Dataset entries
========================================

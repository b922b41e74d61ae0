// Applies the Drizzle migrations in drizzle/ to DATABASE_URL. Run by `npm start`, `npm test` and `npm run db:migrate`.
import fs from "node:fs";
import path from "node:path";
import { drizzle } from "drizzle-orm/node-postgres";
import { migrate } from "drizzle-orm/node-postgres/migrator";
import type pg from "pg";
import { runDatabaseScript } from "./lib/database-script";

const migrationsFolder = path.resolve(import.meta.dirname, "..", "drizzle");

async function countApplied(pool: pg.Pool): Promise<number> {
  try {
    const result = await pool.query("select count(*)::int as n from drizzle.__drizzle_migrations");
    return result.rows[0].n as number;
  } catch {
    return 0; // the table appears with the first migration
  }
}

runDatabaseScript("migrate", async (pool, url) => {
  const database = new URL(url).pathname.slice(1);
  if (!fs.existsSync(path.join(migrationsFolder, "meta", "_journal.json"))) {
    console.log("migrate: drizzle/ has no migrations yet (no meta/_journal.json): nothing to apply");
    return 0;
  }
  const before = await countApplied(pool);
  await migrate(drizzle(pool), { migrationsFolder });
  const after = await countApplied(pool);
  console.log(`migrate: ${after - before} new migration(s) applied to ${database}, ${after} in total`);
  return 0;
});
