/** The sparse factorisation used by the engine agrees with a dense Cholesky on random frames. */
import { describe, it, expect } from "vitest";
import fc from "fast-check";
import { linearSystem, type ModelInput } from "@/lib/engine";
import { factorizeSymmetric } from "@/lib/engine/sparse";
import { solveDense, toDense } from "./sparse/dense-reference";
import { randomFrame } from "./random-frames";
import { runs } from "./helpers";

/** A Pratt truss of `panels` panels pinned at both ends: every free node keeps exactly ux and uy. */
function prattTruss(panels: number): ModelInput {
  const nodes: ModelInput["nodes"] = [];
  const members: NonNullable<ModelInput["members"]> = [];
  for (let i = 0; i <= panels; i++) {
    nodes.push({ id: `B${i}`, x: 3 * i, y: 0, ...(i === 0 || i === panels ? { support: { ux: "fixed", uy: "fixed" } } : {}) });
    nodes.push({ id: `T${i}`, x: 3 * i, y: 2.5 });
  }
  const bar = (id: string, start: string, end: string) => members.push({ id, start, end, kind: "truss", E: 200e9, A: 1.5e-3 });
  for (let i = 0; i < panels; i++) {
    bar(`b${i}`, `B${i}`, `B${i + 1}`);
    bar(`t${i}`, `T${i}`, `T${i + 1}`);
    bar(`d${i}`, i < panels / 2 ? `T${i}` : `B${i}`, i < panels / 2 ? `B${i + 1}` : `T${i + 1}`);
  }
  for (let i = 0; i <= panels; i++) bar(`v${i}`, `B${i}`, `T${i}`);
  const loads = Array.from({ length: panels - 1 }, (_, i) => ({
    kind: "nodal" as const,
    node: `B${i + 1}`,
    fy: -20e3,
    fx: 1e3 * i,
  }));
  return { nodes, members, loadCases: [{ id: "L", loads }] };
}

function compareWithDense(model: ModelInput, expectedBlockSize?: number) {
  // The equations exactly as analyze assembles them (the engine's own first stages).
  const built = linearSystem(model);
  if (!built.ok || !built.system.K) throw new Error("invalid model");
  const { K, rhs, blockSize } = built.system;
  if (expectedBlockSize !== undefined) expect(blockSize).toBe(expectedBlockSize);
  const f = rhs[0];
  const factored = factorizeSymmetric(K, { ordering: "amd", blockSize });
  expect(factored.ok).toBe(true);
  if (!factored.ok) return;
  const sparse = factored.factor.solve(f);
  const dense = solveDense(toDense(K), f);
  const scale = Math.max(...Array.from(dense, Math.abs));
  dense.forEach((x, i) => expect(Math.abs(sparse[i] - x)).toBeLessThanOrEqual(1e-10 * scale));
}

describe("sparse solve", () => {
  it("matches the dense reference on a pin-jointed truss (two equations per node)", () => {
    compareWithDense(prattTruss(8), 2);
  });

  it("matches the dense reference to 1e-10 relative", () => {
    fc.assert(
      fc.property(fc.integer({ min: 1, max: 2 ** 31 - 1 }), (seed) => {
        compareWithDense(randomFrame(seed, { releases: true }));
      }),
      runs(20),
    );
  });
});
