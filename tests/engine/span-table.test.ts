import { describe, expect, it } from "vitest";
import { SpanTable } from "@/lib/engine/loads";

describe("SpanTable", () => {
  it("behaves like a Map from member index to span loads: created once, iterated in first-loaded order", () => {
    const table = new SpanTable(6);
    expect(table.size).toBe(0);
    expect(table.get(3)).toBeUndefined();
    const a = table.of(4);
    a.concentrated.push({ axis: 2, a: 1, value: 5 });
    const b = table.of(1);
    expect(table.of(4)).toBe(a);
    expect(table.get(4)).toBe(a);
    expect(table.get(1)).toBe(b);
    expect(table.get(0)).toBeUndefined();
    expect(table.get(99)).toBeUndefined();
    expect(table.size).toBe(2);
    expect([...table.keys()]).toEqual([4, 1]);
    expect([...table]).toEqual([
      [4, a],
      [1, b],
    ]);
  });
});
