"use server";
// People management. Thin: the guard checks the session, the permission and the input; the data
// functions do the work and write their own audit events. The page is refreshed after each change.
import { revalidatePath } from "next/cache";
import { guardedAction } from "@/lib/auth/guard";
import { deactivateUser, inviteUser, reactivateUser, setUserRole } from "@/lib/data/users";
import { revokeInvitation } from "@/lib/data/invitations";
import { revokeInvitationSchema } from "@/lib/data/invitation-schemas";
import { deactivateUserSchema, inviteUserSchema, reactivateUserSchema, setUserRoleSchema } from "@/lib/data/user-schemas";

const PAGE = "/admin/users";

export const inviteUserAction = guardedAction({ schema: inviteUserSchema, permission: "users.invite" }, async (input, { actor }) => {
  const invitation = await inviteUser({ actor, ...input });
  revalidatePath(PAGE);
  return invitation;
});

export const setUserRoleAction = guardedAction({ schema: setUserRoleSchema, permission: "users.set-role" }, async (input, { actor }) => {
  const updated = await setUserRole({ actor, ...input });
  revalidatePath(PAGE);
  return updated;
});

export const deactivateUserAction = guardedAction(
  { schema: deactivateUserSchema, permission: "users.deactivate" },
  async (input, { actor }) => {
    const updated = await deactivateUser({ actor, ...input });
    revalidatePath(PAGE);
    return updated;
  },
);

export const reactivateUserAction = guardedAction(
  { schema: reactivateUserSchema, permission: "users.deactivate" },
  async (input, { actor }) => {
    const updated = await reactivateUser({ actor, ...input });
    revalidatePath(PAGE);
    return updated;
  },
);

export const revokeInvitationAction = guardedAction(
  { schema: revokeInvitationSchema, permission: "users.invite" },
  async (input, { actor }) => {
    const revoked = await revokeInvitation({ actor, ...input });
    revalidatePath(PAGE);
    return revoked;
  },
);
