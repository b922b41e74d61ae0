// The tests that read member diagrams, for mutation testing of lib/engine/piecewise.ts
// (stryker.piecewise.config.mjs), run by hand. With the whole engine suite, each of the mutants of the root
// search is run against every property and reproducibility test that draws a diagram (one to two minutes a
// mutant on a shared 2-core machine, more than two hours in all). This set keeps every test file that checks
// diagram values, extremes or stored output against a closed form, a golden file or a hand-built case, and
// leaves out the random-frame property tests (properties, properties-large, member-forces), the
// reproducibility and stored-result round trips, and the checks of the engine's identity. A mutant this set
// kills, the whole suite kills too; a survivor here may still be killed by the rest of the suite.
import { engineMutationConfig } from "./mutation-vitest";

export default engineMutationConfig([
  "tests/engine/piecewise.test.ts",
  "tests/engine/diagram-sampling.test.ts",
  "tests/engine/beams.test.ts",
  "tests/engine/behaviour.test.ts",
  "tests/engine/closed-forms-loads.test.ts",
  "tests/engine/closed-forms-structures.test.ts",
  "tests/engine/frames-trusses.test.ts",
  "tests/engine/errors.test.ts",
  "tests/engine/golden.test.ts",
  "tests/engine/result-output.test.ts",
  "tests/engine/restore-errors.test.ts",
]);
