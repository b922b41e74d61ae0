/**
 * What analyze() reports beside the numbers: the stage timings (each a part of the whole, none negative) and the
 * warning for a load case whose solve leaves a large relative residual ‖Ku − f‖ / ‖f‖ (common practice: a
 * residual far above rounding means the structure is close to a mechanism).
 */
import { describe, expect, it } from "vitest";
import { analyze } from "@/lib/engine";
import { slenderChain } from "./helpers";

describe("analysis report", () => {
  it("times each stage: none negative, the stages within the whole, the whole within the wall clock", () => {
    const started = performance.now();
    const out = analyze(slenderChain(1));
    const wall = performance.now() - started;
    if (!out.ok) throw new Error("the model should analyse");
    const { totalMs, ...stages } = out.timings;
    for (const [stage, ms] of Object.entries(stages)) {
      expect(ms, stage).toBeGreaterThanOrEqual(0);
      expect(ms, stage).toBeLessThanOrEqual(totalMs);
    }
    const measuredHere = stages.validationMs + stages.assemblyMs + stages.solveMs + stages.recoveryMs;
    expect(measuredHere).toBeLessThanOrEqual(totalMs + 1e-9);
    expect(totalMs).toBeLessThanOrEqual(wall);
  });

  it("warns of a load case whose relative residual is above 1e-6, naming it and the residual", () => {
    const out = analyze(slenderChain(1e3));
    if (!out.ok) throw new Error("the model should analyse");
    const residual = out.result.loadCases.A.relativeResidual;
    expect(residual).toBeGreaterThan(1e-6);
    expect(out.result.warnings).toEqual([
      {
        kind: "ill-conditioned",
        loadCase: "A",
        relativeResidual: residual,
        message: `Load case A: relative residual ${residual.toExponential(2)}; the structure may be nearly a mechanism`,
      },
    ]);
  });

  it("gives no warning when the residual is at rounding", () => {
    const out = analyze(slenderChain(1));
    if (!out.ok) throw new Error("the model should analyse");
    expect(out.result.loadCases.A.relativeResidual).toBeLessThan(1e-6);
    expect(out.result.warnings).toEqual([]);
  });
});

========================================

- [Exercise details]:
Write out again, exactly, the lines from the start of the entries up to and including the one with "const before = await countApplied(pool);". Nothing else belongs in the reply.

- [Written solution]:
repository b922b41e74d61ae0
// Applies the Drizzle migrations in drizzle/ to DATABASE_URL. Run by `npm start`, `npm test` and `npm run db:migrate`.
import fs from "node:fs";
import path from "node:path";
import { drizzle } from "drizzle-orm/node-postgres";
import { migrate } from "drizzle-orm/node-postgres/migrator";
import type pg from "pg";
import { runDatabaseScript } from "./lib/database-script";

const migrationsFolder = path.resolve(import.meta.dirname, "..", "drizzle");

async function countApplied(pool: pg.Pool): Promise<number> {
  try {
    const result = await pool.query("select count(*)::int as n from drizzle.__drizzle_migrations");
    return result.rows[0].n as number;
  } catch {
    return 0; // the table appears with the first migration
  }
}

runDatabaseScript("migrate", async (pool, url) => {
  const database = new URL(url).pathname.slice(1);
  if (!fs.existsSync(path.join(migrationsFolder, "meta", "_journal.json"))) {
    console.log("migrate: drizzle/ has no migrations yet (no meta/_journal.json): nothing to apply");
    return 0;
  }
  const before = await countApplied(pool);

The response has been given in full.